The man continued to stare past Adele, over the barricade, his eyes fixated like he’d seen a ghost. After another tug on his arm, though, he cleared his throat and his dark eyes leveled on Adele.
“The girl—Marion—we saw on the news. Recognized her from the apartment. She lives on Rue Villehardouin as well.”
Adele nodded carefully, her eyes flitting back down the stairs in John’s direction, but he was out of sight beneath the underpass. “You knew Marion?”
The old man was staring off again and his wife tugged sharply at his arm once more. “Ahem, yes,” said the man. “We would cross paths occasionally on our nighttime walks. A friendly, nice, pretty—er, nice young girl.” He cleared his throat and retrieved his arm before his wife could pull it off. He leaned over the sawhorse, white knuckles straining where they gripped the barricade.
The gendarmerie reached out to push him back, but Adele gave the quickest shake of her head and leaned in, staring intently into the old man’s dark eyes set in his wrinkled face.
“She walked alone,” said the old man. “Said she was going to visit friends—she should not have been alone. Paris is not what it once was.”
“No. Most places aren’t,” said Adele. “You saw her leaving her apartment then. What time?”
“Eight? Nine?”
“Half past seven,” the woman chimed in from behind her husband.
Adele nodded. “Did she say anything? Besides that she was off to see friends?”
“No,” said the old man. “She said goodnight is all. But…” Here, his fingers gripped the sawhorse even tighter. “Perhaps it isn’t my place to say… But—but—”
“—just tell her, Bernard,” the woman snapped.
“I do not mean to cause anyone trouble,” the old man said.
Adele prompted him with a tilt of her eyebrows. “But…”

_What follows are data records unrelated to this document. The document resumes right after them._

"""The chunked writer of invented logs: the audit reads it, arms by the contract, exact rows, same seed same files, flat memory."""

from __future__ import annotations

import hashlib
import json
import tracemalloc
from pathlib import Path

import numpy as np
import pyarrow.parquet as pq
import pytest

from armlock.assign import arm_for, spec_from_dict
from armlock.audit.run import run_audit
from armlock.audit.synth import _ids
from armlock.audit.synth_chunked import hex_ids, write_chunked

SPEC = spec_from_dict({"name": "chunked", "salt": "chunked-salt", "start": "2026-03-02T00:00:00Z",
                       "arms": [{"name": "holdout", "weight": 1000}, {"name": "exposed", "weight": 9000}]})


def _digest(path: Path) -> str:
    return hashlib.sha256(path.read_bytes()).hexdigest()


@pytest.fixture(scope="module")
def small(tmp_path_factory: pytest.TempPathFactory):
    d = tmp_path_factory.mktemp("chunked")
    # 12,345 units and 98,765 rows in chunks of 4,000: neither count is a whole number of chunks
    return write_chunked(SPEC, d, units=12_345, exposure_rows=98_765, chunk_rows=4_000, seed=3)


def test_exact_rows_row_groups_and_invented_note(small) -> None:
    e = pq.ParquetFile(small.paths["exposures"])
    v = pq.ParquetFile(small.paths["visits"])
    assert e.metadata.num_rows == 98_765 and e.metadata.num_row_groups == 25  # 24 full chunks + 2,765 rows
    assert v.metadata.num_rows == 12_345 and v.metadata.num_row_groups == 4
    assert pq.ParquetFile(small.paths["identities"]).metadata.num_rows == small.truth["links"]
    note = json.loads(e.schema_arrow.metadata[b"armlock.synthetic"])
    assert note["note"].startswith("Invented data") and note["seed"] == 3


def test_arms_follow_the_contract_and_only_the_exposed_arm_is_reached(small) -> None:
    v = pq.read_table(small.paths["visits"]).to_pandas()
    assert v["unit_id"].is_unique and v["first_seen"].is_monotonic_increasing
    rows = v.sample(2000, random_state=0)
    assert [arm_for(SPEC, u) for u in rows["unit_id"]] == rows["arm"].astype(str).tolist()
    e = pq.read_table(small.paths["exposures"]).to_pandas()
    assert e["event_time"].is_monotonic_increasing  # sorted, as a vendor's export
    m = e.merge(v[["unit_id", "first_seen", "arm"]], on="unit_id", how="left", validate="many_to_one")
    assert m["arm"].notna().all() and set(m["arm"].astype(str)) == {"exposed"}
    assert (m["event_time"] >= m["first_seen"]).all()  # no row before its unit's first visit
    assert m["unit_id"].nunique() <= small.truth["reached_units"]
    assert set(e["event_kind"].astype(str)) == {"impression", "click"}


def test_the_audit_reads_it_clean_and_finds_a_seeded_leak(small, tmp_path: Path) -> None:
    rep = run_audit(SPEC, **{k: str(p) for k, p in small.paths.items()})
    status = {c.id: c.status for c in rep.checks}
    assert status["srm"] == "pass" and status["integrity"] == "pass" and status["leakage"] == "pass", status
    figs = {c.id: c.figures for c in rep.checks}
    assert figs["srm"]["units"].value == 12_345
    assert figs["leakage"]["id_match_rate"].value == 1.0
    leaky = write_chunked(SPEC, tmp_path, units=12_345, exposure_rows=98_765, chunk_rows=4_000, seed=3, leak=0.03)
    rep = run_audit(SPEC, **{k: str(p) for k, p in leaky.paths.items()})
    leak = next(c for c in rep.checks if c.id == "leakage")
    assert leak.status == "fail"
    assert 0 < leak.figures["holdout_leak_units"].value <= leaky.truth["leaked_units"]


def test_ids_are_those_of_the_in_memory_generator() -> None:
    codes = np.array([0, 1, 2, 12_345, (1 << 39) + 5, 10**9])
    assert hex_ids(codes).to_pylist() == _ids(codes, "v").tolist()
    assert hex_ids(codes, b"c-").to_pylist() == _ids(codes, "c-").tolist()


def test_same_seed_same_files_other_seed_other_files(small, tmp_path: Path) -> None:
    again = write_chunked(SPEC, tmp_path / "a", units=12_345, exposure_rows=98_765, chunk_rows=4_000, seed=3)
    other = write_chunked(SPEC, tmp_path / "b", units=12_345, exposure_rows=98_765, chunk_rows=4_000, seed=4)
    for name in ("visits", "exposures", "identities"):
        assert _digest(again.paths[name]) == _digest(small.paths[name]), name
        assert _digest(other.paths[name]) != _digest(small.paths[name]), name


def _peak_bytes(directory: Path, rows: int) -> int:
    tracemalloc.start()
    try:
        write_chunked(SPEC, directory, units=20_000, exposure_rows=rows, chunk_rows=20_000, seed=1)
        return tracemalloc.get_traced_memory()[1]
    finally:
        tracemalloc.stop()


def test_memory_does_not_grow_with_the_rows(tmp_path: Path) -> None:
    """A ratio of peak traced memory (numpy and Python allocations, where every chunk's columns and the
    Arrow arrays built on them live), not a timing: twice the exposure rows, about the same peak."""
    small_peak = _peak_bytes(tmp_path / "a", 200_000)
    large_peak = _peak_bytes(tmp_path / "b", 400_000)
    assert large_peak / small_peak < 1.5, (small_peak, large_peak)
    # what the bound protects against: the rows themselves would need far more than one chunk
    assert small_peak < 200_000 * 8 * np.dtype(np.int64).itemsize


def test_microsecond_times(tmp_path: Path) -> None:
    logs = write_chunked(SPEC, tmp_path, units=1_000, exposure_rows=5_000, chunk_rows=1_000, time_unit="us")
    us = pq.read_table(logs.paths["exposures"]).column("event_time").cast("int64").to_numpy()
    assert (np.diff(us) >= 0).all() and (us % 1000 != 0).mean() > 0.99  # not whole milliseconds
    with pytest.raises(ValueError, match="ms or us"):
        write_chunked(SPEC, tmp_path, units=1_000, exposure_rows=5_000, time_unit="s")


def test_bad_sizes_are_refused(tmp_path: Path) -> None:
    with pytest.raises(ValueError, match="units >= 10"):
        write_chunked(SPEC, tmp_path, units=5, exposure_rows=10)
    with pytest.raises(ValueError, match="multiple of 8"):
        write_chunked(SPEC, tmp_path, units=1000, exposure_rows=10, chunk_rows=100 + 3)


def test_the_large_run_script_at_a_tiny_size(tmp_path: Path) -> None:
    """scripts/large_run.py end to end (2,000 units, 30,000 rows): both steps measured, the logs removed."""
    import subprocess
    import sys

    script = Path(__file__).resolve().parents[2] / "scripts" / "large_run.py"
    results = tmp_path / "figures.json"
    run = subprocess.run([sys.executable, str(script), "--units", "2000", "--rows", "30000", "--chunk-rows", "8000",
                          "--dir", str(tmp_path / "logs"), "--results", str(results), "--keep-free", "0"],
                         capture_output=True, text=True, timeout=120)
    assert run.returncode == 0, run.stderr
    assert "| audit |" in run.stdout and "verdict pass" in run.stdout
    figures = json.loads(results.read_text())
    assert figures["steps"]["audit"]["units_counted"] == 2000 and figures["steps"]["audit"]["peak_rss_mb"] > 0
    assert not (tmp_path / "logs").exists()  # deleted without --keep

“But I saw someone following her. Maybe he was just going the same way… I do not know. But—like I said—I do not wish to cause anyone trouble. However, after hearing what happened to her… I mean, at the time I didn’t think anything of it. But now, maybe if I had said something.” The old man trailed off and leaned back from the sawhorse, pressing up against his wife in a protective sort of posture.

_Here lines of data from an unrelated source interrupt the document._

"""Feed health (issue #20): stale feeds, feeds that end early and outage days are flagged; healthy
feeds with weekday and holiday swings are not (a small calibration that can fail; the large one is
scripts/calib_feeds.py, figures in docs/feed-health.md)."""

from __future__ import annotations

from datetime import date, timedelta
from pathlib import Path

import numpy as np
import pandas as pd
import pytest

from armlock.assign import spec_from_dict
from armlock.audit.feeds import feed_health
from armlock.audit.run import run_audit
from armlock.audit.synth import generate, healthy_daily_counts, write_logs

START = date(2026, 1, 5)
SPEC = spec_from_dict({"name": "feeds", "salt": "invented-feeds-2026", "start": "2026-01-05T00:00:00Z",
                       "arms": [{"name": "holdout", "weight": 2000}, {"name": "exposed", "weight": 8000}]})


def _daily(counts: np.ndarray) -> dict[str, int]:
    return {(START + timedelta(days=i)).isoformat(): int(n) for i, n in enumerate(counts)}


def _looks(counts: np.ndarray) -> list[str]:
    return [feed_health("f", _daily(counts[:7 * k]), START + timedelta(days=7 * k - 1), since=START).status
            for k in range(1, 27)]


@pytest.mark.parametrize("level, decay", [(300.0, 60.0), (5_000.0, None)])
def test_healthy_feeds_rarely_alarm_over_26_weekly_audits(level: float, decay: float | None) -> None:
    """30 invented healthy feeds x 26 weekly audits each: at most one test may alarm (the large
    run measured 0 in 1,000 per size; with a 1% rate, 2+ of 30 has probability 3.6%)."""
    rng = np.random.default_rng(7)
    alarms = sum(any(s != "pass" for s in _looks(healthy_daily_counts(rng, 182, level, decay_days=decay,
                                                                       start_weekday=int(rng.integers(7)))))
                 for _ in range(30))
    assert alarms <= 1


def test_outage_days_and_early_ends_are_flagged() -> None:
    rng = np.random.default_rng(8)
    caught_outage = caught_end = 0
    for _ in range(20):
        c = healthy_daily_counts(rng, 56, 2_000.0, decay_days=None)
        out = c.copy()
        out[40] = 0  # a day the tag did not fire
        h = feed_health("f", _daily(out), START + timedelta(days=55), since=START)
        caught_outage += h.status == "warn" and [d for d, _, _ in h.low_days] == [START + timedelta(days=40)]
        end = c.copy()
        end[50:] = 0  # the export stops six days early
        caught_end += feed_health("f", _daily(end), START + timedelta(days=55), since=START).status == "fail"
    assert caught_outage >= 19 and caught_end == 20


def test_stale_days_never_improve_the_status() -> None:
    c = healthy_daily_counts(np.random.default_rng(9), 84, 500.0)
    order = {"pass": 0, "warn": 1, "fail": 2}
    seen = [order[feed_health("f", _daily(c), START + timedelta(days=83 + k), since=START).status]
            for k in (0, 1, 2, 7, 28, 365, 3_000)]
    assert seen == sorted(seen) and seen[0] == 0 and seen[-1] == 2


@pytest.fixture(scope="module")
def logs(tmp_path_factory: pytest.TempPathFactory) -> dict[str, Path]:
    lg = generate(SPEC, units=8_000, days=84, seed=5)
    out = tmp_path_factory.mktemp("feeds")
    paths = write_logs(lg, out, "parquet")
    e = lg.exposures
    t = pd.to_datetime(e["event_time"], utc=True)
    e[t < pd.Timestamp("2026-03-29", tz="UTC") - pd.Timedelta(days=42)].to_parquet(out / "early.parquet", index=False)
    paths["early"] = out / "early.parquet"
    return paths


def _freshness(rep):  # type: ignore[no-untyped-def]
    return next(c for c in rep.checks if c.id == "freshness")


def test_audit_fails_visits_four_weeks_stale(logs: dict[str, Path]) -> None:
    rep = run_audit(SPEC, visits=logs["visits"], exposures=logs["exposures"], as_of=date(2026, 4, 26))
    c = _freshness(rep)
    assert c.status == "fail" and rep.verdict == "fail" and "visits feed ends on 2026-03-29, 28 day(s)" in c.summary


def test_audit_fails_an_exposure_log_that_stops_six_weeks_early(logs: dict[str, Path]) -> None:
    rep = run_audit(SPEC, visits=logs["visits"], exposures=logs["early"])
    c = _freshness(rep)
    assert c.status == "fail" and "exposures feed ends on" in c.summary and "visits" not in c.summary.split(";")[0]


def test_audit_of_healthy_logs_passes_the_feed_check(logs: dict[str, Path]) -> None:
    assert _freshness(run_audit(SPEC, visits=logs["visits"], exposures=logs["exposures"])).status == "pass"


def test_new_visitors_are_expected_only_up_to_the_specs_end(logs: dict[str, Path]) -> None:
    ended = spec_from_dict({"name": "feeds", "salt": "invented-feeds-2026", "start": "2026-01-05T00:00:00Z",
                            "end": "2026-03-30T00:00:00Z",
                            "arms": [{"name": "holdout", "weight": 2000}, {"name": "exposed", "weight": 8000}]})
    rep = run_audit(ended, visits=logs["visits"], as_of=date(2026, 4, 20))
    c = _freshness(rep)
    row = next(r for r in c.tables[0].rows if r[0] == "visits")
    assert row[3] == "2026-03-29" and row[4] == 0


def test_a_last_day_cut_mid_day_is_said_as_such() -> None:
    c = healthy_daily_counts(np.random.default_rng(10), 56, 2_000.0, decay_days=None)
    c[55] = c[55] // 40  # the export stopped at about half past midnight
    h = feed_health("visits", _daily(c), START + timedelta(days=55), since=START)
    from armlock.audit.feeds import feed_sentence

    assert h.status == "warn" and "looks cut during that day (audit as of the day before)" in feed_sentence(h, "rows")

The wizened woman looped her hand back through his arm and rubbed affectionately at his wrist in a calming gesture.
Adele, though, for her part, felt anything but calm. She tried to keep her tone in check, but found it difficult with her pulse pounding in her ears. “You saw someone following her? You’re sure?”

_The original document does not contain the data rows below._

"""Independence of two concurrent splits: the chi-square cross-tab, its calibration, and the audit option."""

from __future__ import annotations

from pathlib import Path

import numpy as np
import pytest
from scipy import stats

from tests.cli.cli_run import run_cli
from tests.cli.test_audit_cli import SPEC_TOML

from armlock.assign import Spec, load_spec
from armlock.audit.overlap import INDEPENDENCE_P, CrossTab, check_independence, crosstab, independence_p
from armlock.audit.synth import generate, write_logs


def _spec(name: str, salt: str, holdout: int = 1000) -> Spec:
    return Spec(name=name, salt=salt, start="2026-01-05T00:00:00Z",
                arms=[{"name": "holdout", "weight": holdout}, {"name": "exposed", "weight": 10_000 - holdout}])


def test_two_by_two_matches_the_closed_form() -> None:
    # Pearson's X^2 for a 2x2 table, n (ad - bc)^2 / ((a+b)(c+d)(a+c)(b+d)), 1 df (Pearson 1900; any
    # textbook, e.g. Agresti 2013, "Categorical Data Analysis", 3rd ed., section 3.2) - no continuity
    # correction, as scipy.stats.chi2_contingency(correction=False).
    a, b, c, d = 180, 1820, 230, 1770
    n = a + b + c + d
    x2 = n * (a * d - b * c) ** 2 / ((a + b) * (c + d) * (a + c) * (b + d))
    res = independence_p(np.array([[a, b], [c, d]]))
    assert res is not None
    assert res[0] == pytest.approx(x2, rel=1e-12)
    assert res[1] == pytest.approx(stats.chi2.sf(x2, 1), rel=1e-10)
    assert res[2] == 1
    ref = stats.chi2_contingency([[a, b], [c, d]], correction=False)
    assert res[1] == pytest.approx(ref.pvalue, rel=1e-12)
    assert independence_p(np.array([[5, 0], [7, 0]])) is None  # one column empty: nothing to test


def test_copied_salt_nests_the_arms_exactly_and_fails() -> None:
    ids = [f"v{i:06d}" for i in range(20_000)]
    a = _spec("retargeting", "shared-salt")
    t = crosstab(a, _spec("social", "shared-salt"), ids)
    assert t.same_salt and t.counts[0, 1] == 0 and t.counts[1, 0] == 0  # holdout inside holdout
    c = check_independence(a, [t])
    assert c.status == "fail" and "same salt as social" in c.summary
    # same salt, other weights: a 10% holdout inside a 20% one - nested, fails on the p-value too
    t2 = crosstab(a, _spec("social", "shared-salt", holdout=2000), ids)
    assert t2.counts[0, 1] == 0 and independence_p(t2.counts)[1] < 1e-100  # type: ignore[index]


def test_false_alarms_of_independent_salts_at_weekly_looks() -> None:
    """200 pairs of random salts, 3,000 shared units arriving over 6 weekly looks (a calibration that
    can fail): the p-values at the last look are uniform (Kolmogorov-Smirnov), and no pair alarms at
    INDEPENDENCE_P at any look (expected alarms: 200 * 6 * 1e-4 = 0.12)."""
    rng = np.random.default_rng(7)
    ids = [f"id-{rng.bytes(6).hex()}" for _ in range(3_000)]  # arbitrary ids; the salts carry the randomness
    week = rng.integers(0, 6, size=len(ids))
    last_p, alarms = [], 0
    for _ in range(200):
        a = _spec("a", rng.bytes(12).hex(), holdout=1000)
        b = _spec("b", rng.bytes(12).hex(), holdout=5000)
        from armlock.assign import assign_many

        ha = np.array([x == "holdout" for x in assign_many(a, ids)])
        hb = np.array([x == "holdout" for x in assign_many(b, ids)])
        for w in range(6):
            m = week <= w
            tab = np.array([[np.sum(ha[m] & hb[m]), np.sum(ha[m] & ~hb[m])],
                            [np.sum(~ha[m] & hb[m]), np.sum(~ha[m] & ~hb[m])]])
            p = independence_p(tab)[1]  # type: ignore[index]
            alarms += p < INDEPENDENCE_P
        last_p.append(p)
    assert alarms == 0
    assert stats.kstest(last_p, "uniform").pvalue > 0.001


def test_cannot_judge_and_apart() -> None:
    a = _spec("a", "s1")
    few = CrossTab("b", "b.toml", False, ["holdout", "exposed"], ["holdout", "exposed"], np.array([[0, 3], [2, 30]]))
    c = check_independence(a, [few])
    assert c.status == "warn" and c.summary.startswith("Cannot judge: too few shared units with b")
    none = CrossTab("b", "b.toml", False, ["holdout", "exposed"], ["holdout", "exposed"], np.zeros((2, 2), int))
    c = check_independence(a, [none])
    assert c.status == "skipped" and "nothing to compare" in c.summary


@pytest.fixture(scope="module")
def portfolio(tmp_path_factory: pytest.TempPathFactory) -> Path:
    d = tmp_path_factory.mktemp("portfolio")
    (d / "specs").mkdir()
    (d / "specs" / "main.toml").write_text(SPEC_TOML, encoding="utf-8")
    write_logs(generate(load_spec(d / "specs" / "main.toml"), units=6_000, days=21, seed=4), d / "logs", "csv")
    other = SPEC_TOML.replace('name = "cli-audit"', 'name = "social"').replace("cli-audit-salt", "social-salt")
    (d / "specs" / "social.toml").write_text(other, encoding="utf-8")
    return d


def test_audit_alongside_a_folder(portfolio: Path, tmp_path: Path) -> None:
    args = ["audit", "--spec", "specs/main.toml", "--visits", "logs/visits.csv", "--format", "json"]
    r = run_cli(portfolio, *args, "--alongside", "specs")
    assert r.returncode == 0, r.stderr
    import json

    check = {c["id"]: c for c in json.loads(r.stdout)["checks"]}["independence"]
    assert check["status"] == "pass" and check["figures"]["shared_units"]["value"] == 6_000
    copy = tmp_path / "copy.toml"  # a copy of the spec under another name: same salt
    copy.write_text(SPEC_TOML.replace('name = "cli-audit"', 'name = "copied"'), encoding="utf-8")
    r = run_cli(portfolio, *args, "--alongside", "specs/social.toml", "--alongside", str(copy))
    assert r.returncode == 3
    check = {c["id"]: c for c in json.loads(r.stdout)["checks"]}["independence"]
    assert check["status"] == "fail" and "same salt as copied" in check["summary"]
    assert r.stderr.splitlines()[-1].endswith("failing: independence")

“Yes,” said the woman at once.
“Well,” said the man, “he may have simply been going the same direction. Like I said, I don’t wish to cause any—”
“Sir, if I may, you’re not causing any trouble,” said Adele, quickly. She inhaled slowly through her nose, trying to steady herself. She could hear the accent in her words the more excited she got. Now wasn’t the time to announce to these two citizens that she hailed from beyond Paris. With folk like these it would only complicate the situation. So she inhaled again, and then, her words pressing on the silence between them, she said, “Tell me exactly what you saw.”